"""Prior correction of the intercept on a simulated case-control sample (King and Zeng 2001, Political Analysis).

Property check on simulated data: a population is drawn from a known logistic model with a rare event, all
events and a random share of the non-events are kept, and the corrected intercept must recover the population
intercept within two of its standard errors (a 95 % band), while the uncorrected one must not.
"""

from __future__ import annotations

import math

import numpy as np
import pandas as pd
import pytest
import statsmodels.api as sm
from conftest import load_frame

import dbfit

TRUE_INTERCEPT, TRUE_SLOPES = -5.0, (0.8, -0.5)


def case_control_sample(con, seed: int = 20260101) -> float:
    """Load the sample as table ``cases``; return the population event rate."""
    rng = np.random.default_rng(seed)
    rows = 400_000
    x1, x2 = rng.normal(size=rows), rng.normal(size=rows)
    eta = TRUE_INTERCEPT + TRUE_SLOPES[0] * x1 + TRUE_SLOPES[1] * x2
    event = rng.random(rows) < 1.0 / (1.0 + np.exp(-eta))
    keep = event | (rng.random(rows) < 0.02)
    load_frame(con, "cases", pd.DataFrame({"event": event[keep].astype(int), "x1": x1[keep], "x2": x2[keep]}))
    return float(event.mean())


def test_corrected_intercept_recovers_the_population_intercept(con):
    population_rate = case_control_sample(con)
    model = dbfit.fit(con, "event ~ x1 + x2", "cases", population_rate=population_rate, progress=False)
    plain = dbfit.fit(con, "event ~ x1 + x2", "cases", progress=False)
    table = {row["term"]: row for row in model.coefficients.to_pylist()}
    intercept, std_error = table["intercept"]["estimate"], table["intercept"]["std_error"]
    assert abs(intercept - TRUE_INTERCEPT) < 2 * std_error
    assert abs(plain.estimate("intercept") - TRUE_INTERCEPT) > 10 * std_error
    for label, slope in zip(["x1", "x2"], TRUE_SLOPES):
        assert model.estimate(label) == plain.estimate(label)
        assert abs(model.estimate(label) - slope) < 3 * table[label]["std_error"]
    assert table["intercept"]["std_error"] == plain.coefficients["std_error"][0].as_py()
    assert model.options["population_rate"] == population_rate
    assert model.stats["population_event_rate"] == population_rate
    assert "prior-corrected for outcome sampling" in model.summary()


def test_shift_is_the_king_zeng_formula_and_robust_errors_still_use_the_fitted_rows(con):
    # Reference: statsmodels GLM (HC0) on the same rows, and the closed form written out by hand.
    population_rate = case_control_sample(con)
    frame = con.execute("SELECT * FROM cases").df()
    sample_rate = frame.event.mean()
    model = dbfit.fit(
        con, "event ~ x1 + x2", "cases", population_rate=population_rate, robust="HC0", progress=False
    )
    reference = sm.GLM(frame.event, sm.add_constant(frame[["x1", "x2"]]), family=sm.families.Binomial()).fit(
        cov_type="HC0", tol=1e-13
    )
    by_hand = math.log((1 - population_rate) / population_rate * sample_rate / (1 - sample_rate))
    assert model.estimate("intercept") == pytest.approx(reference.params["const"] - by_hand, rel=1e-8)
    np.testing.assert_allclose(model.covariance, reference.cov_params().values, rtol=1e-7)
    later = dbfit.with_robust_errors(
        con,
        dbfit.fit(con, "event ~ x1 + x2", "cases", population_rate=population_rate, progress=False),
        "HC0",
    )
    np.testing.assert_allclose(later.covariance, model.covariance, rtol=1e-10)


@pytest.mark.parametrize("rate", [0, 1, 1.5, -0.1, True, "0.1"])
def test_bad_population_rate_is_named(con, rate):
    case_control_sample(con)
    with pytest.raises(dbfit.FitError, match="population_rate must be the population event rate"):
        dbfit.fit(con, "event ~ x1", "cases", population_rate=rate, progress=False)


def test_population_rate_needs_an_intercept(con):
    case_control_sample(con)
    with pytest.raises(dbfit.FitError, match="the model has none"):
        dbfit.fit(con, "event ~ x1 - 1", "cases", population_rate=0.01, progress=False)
---------------
### Activity
The required output is every line above that contains the string "plain".

### Result for this exercise
    plain = dbfit.fit(con, "event ~ x1 + x2", "cases", progress=False)
    assert abs(plain.estimate("intercept") - TRUE_INTERCEPT) > 10 * std_error
        assert model.estimate(label) == plain.estimate(label)
    assert table["intercept"]["std_error"] == plain.coefficients["std_error"][0].as_py()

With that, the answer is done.